I wish this for my daughters. I long for them to know this peace that passes all understanding. I want them, too, to feel God's smile upon them and understand how precious they are to Him. I want them to know they BELONG to Him, that they MATTER to Him, that He NEVER will grow weary of them. And yet I know that often this type of intimate understanding only comes after tossing into the fire our most precious things. And that part makes me hurt to think of my daughters having to do someday. So I ask the Lord every day to spare them of this kind of pain. To find a way into the deepest part of their hearts WITHOUT the suffering that tends to prepare us for hearing His voice more clearly.
I don't know what He will choose to use in their lives. But I do know this: He longs for us to know
Him in more than just a casual relationship. And He will ask us to give up anything, ANYTHING that we hang onto for the security and belonging that only HE can provide. And He is GOOD.

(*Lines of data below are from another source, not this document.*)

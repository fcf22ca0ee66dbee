//! Group A: the figures redo themselves. Each function takes plain figures, so that a wrong one can be shown to it.

use super::settings::Settings;
use super::{Subject, finding};
use crate::core::documents::assessment::{Assessment, Finding, Severity};
use crate::core::domain::RuleSet;
use crate::core::units::rounding::{decimals_against, plain, plain_fixed, round_half_away};

/// Relative tolerance of sums (own).
const SUM: f64 = 1e-9;
/// Relative tolerance of a consignment's energy (own).
const ENERGY: f64 = 1e-6;

/// Runs the group.
pub fn run(subject: &Subject, findings: &mut Vec<Finding>) {
    let assessment = subject.assessment;
    let rules = subject.resolved.rules;
    findings.extend(net_is_sum(assessment));
    findings.extend(saving(assessment));
    findings.extend(comparator(assessment, rules));
    findings.extend(threshold_unrounded(assessment));
    findings.extend(shown_verdict(assessment));
    findings.extend(shown_stages(assessment));
    findings.extend(gas_weights(assessment, rules));
    let net = assessment.net.g_co2e_per_mj;
    findings.extend(shown_rounding("net", &plain_fixed(net, 2), net, 2));
    bought(subject, findings);
}

fn near(a: f64, b: f64, relative: f64) -> bool {
    (a - b).abs() <= relative * a.abs().max(b.abs()).max(1.0)
}

/// the net equals the sum of its terms, and of its stages.
pub fn net_is_sum(assessment: &Assessment) -> Vec<Finding> {
    let net = assessment.net.g_co2e_per_mj;
    let stages: f64 = assessment.stages.iter().map(|stage| stage.g_co2e_per_mj).sum();
    [
        ("terms", assessment.terms_g_co2e_per_mj.sum()),
        ("stages", stages),
    ]
    .into_iter()
    .filter(|(_, sum)| !near(net, *sum, SUM))
    .map(|(parts, sum)| {
        let name = &assessment.pathway_name;
        let message = format!(
            "The net of {name} is {} g/MJ, but its {parts} add to {}.",
            plain(net),
            plain(sum)
        );
        finding(
            "A-01",
            Severity::Block,
            "",
            parts,
            message,
            "Work the assessment out again before issuing.",
        )
    })
    .collect()
}

/// the saving equals comparator minus net over comparator.
pub fn saving(assessment: &Assessment) -> Option<Finding> {
    let saving = assessment.saving_percent?;
    let (net, comparator) = (assessment.net.g_co2e_per_mj, assessment.comparator_g_co2e_per_mj);
    let expected = 100.0 * (comparator - net) / comparator;
    (!near(saving / 100.0, expected / 100.0, SUM)).then(|| {
        let message = format!(
            "The saving of {} is given as {} %; {} against {} g/MJ gives {} %.",
            assessment.pathway_name,
            plain(saving),
            plain(net),
            plain(comparator),
            plain(expected)
        );
        finding(
            "A-02",
            Severity::Block,
            "",
            "saving_percent",
            message,
            "Work the assessment out again.",
        )
    })
}

/// the comparator belongs to the rule set.
pub fn comparator(assessment: &Assessment, rules: &RuleSet) -> Option<Finding> {
    let (found, expected) = (assessment.comparator_g_co2e_per_mj, rules.comparator.value);
    (found != expected).then(|| {
        let message = format!(
            "{} is compared with {} g/MJ; rule set {} has {}.",
            assessment.pathway_name,
            plain(found),
            rules.id,
            plain(expected)
        );
        let remedy = "Choose the comparator of the rule set.";
        finding(
            "A-03",
            Severity::Block,
            "",
            "comparator_g_co2e_per_mj",
            message,
            remedy,
        )
    })
}

/// the threshold is missed, or was called met on a rounded saving.
pub fn threshold_unrounded(assessment: &Assessment) -> Vec<Finding> {
    let Some(saving) = assessment.saving_percent else {
        return Vec::new();
    };
    let [threshold] = &assessment.thresholds[..] else {
        return Vec::new();
    };
    if saving >= threshold.percent {
        return Vec::new();
    }
    let message = format!(
        "{} saves {} %, below the required {} %; rounding does not help.",
        assessment.pathway_name,
        plain_fixed(saving, decimals_against(saving, threshold.percent, 2)),
        plain(threshold.percent)
    );
    vec![finding(
        "A-04",
        Severity::Block,
        "",
        "thresholds",
        message,
        "Look at the stages that weigh most, and at checks that doubt their figures.",
    )]
}

/// shown with one decimal the saving would read the other verdict.
pub fn shown_verdict(assessment: &Assessment) -> Option<Finding> {
    let saving = assessment.saving_percent?;
    let [threshold] = &assessment.thresholds[..] else {
        return None;
    };
    let shown = round_half_away(saving, 1);
    ((shown >= threshold.percent) != (saving >= threshold.percent)).then(|| {
        let message = format!(
            "With 1 decimal the {} % of {} would read {} %, the wrong verdict.",
            plain(saving),
            assessment.pathway_name,
            plain_fixed(saving, 1)
        );
        finding(
            "A-05",
            Severity::Info,
            "",
            "saving_percent",
            message,
            "More decimals are shown: quote them too.",
        )
    })
}

/// a shown figure is the full one rounded, halves away from zero.
pub fn shown_rounding(field: &str, shown: &str, full: f64, decimals: u8) -> Option<Finding> {
    let expected = plain_fixed(full, decimals);
    (shown != expected).then(|| {
        let message = format!(
            "{field} is shown as {shown}, but {} rounds to {expected}.",
            plain(full)
        );
        finding(
            "A-06",
            Severity::Warn,
            "",
            field,
            message,
            "Correct the shown figure.",
        )
    })
}

/// the stages as shown miss the net as shown.
pub fn shown_stages(assessment: &Assessment) -> Option<Finding> {
    let shown: f64 = assessment
        .stages
        .iter()
        .map(|stage| round_half_away(stage.g_co2e_per_mj, 2))
        .sum();
    let (sum, net) = (
        plain_fixed(shown, 2),
        plain_fixed(assessment.net.g_co2e_per_mj, 2),
    );
    (sum != net).then(|| {
        let name = &assessment.pathway_name;
        let message =
            format!("The stages of {name} shown add to {sum}; the difference to {net} is rounding.");
        let remedy = "Take the full figures from the workings where it matters.";
        finding("A-07", Severity::Info, "", "stages", message, remedy)
    })
}

/// the energy of a consignment by the heating value of the rule set.
pub fn consignment_energy(name: &str, found: f64, expected: f64, rules: &RuleSet) -> Option<Finding> {
    (!near(found, expected, ENERGY)).then(|| {
        let message = format!(
            "The energy of consignment {name} should be {} MJ under {}, not {} MJ.",
            plain(expected),
            rules.id,
            plain(found)
        );
        let remedy = "Work it out with the heating value of the rule set.";
        finding("A-09", Severity::Block, "", "stated.covers", message, remedy)
    })
}

/// the energy of a consignment by mass and by volume differ by more than the setting.
pub fn mass_and_volume(name: &str, by_mass: f64, by_volume: f64, settings: &Settings) -> Option<Finding> {
    ((by_mass - by_volume).abs() > settings.mass_volume_percent / 100.0 * by_volume.abs()).then(|| {
        let message = format!(
            "By mass consignment {name} holds {} MJ, by volume {} MJ; 27 MJ/kg and 21 MJ/l are rounded and imply 0.778 kg/l.",
            plain(by_mass),
            plain(by_volume)
        );
        finding("A-10", Severity::Warn, "", "stated.covers", message, "State which one was used.")
    })
}

/// one set of gas weights, the rule set's.
pub fn gas_weights(assessment: &Assessment, rules: &RuleSet) -> Option<Finding> {
    (assessment.gwp_set != rules.gwp_set).then(|| {
        let message = format!(
            "{} mixes the gas weights of {} and {}.",
            assessment.pathway_name, assessment.gwp_set, rules.gwp_set
        );
        finding(
            "A-13",
            Severity::Block,
            "",
            "gwp_set",
            message,
            &format!("Choose the set of {}.", rules.id),
        )
    })
}

/// The energy that a supplier's proof covers, against the fuel it came with.
fn bought(subject: &Subject, findings: &mut Vec<Finding>) {
    use crate::core::units::{Dimension, Quantity};
    let rules = subject.resolved.rules;
    for stage in &subject.resolved.stages {
        let Some(stated) = &stage.document.stated else {
            continue;
        };
        let Some(covers) = &stated.covers else { continue };
        let Ok(covers) = Quantity::read(covers.value, &covers.unit) else {
            continue;
        };
        let flow = &stage.products[0].flow;
        let per_kg = rules.consignment_lhv_mass.as_ref().map(|lhv| lhv.value);
        let per_litre = rules.consignment_lhv_volume.as_ref().map(|lhv| lhv.value);
        let by_mass = flow.pure_kg.zip(per_kg).map(|(pure, lhv)| pure * lhv);
        let by_volume = per_litre
            .filter(|_| flow.dimension == Dimension::VOLUME)
            .map(|lhv| flow.base * 1000.0 * lhv);
        let name = stated.proof.as_deref().unwrap_or(&stage.document.key);
        let expected = by_volume.or(by_mass);
        if let (true, Some(expected)) = (covers.dimension == Dimension::ENERGY, expected) {
            findings.extend(consignment_energy(name, covers.value / 1e6, expected, rules));
        }
        if let (Dimension::MASS, Some(by_volume), Some(per_kg)) = (covers.dimension, by_volume, per_kg) {
            findings.extend(mass_and_volume(
                name,
                covers.value * per_kg,
                by_volume,
                subject.settings,
            ));
        }
    }
}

And that conclusion, that assurance that we belong to a LOVING Father, makes it okay. Not fun, not painless, not anything short of agonizing. But okay because I know the end of the story. I know Who will be there after the last ember of my sacrifice fades away.
I don't believe God caused my divorce. I believe it made Him incredibly sad to see. I believe He mourned deeply that day just as I did. But I also believe my pain has not been wasted. He has used and will continue to use this awful, painful reality called divorce to make me better. I don't know how He does it, but He redeems broken stories like mine.
So what should be written on your little piece of wood for the fire? Is today the day you finally set fire to it and get back the room in your heart it's been stealing? Don't wait. There is joy unspeakable waiting on the other side of that flame.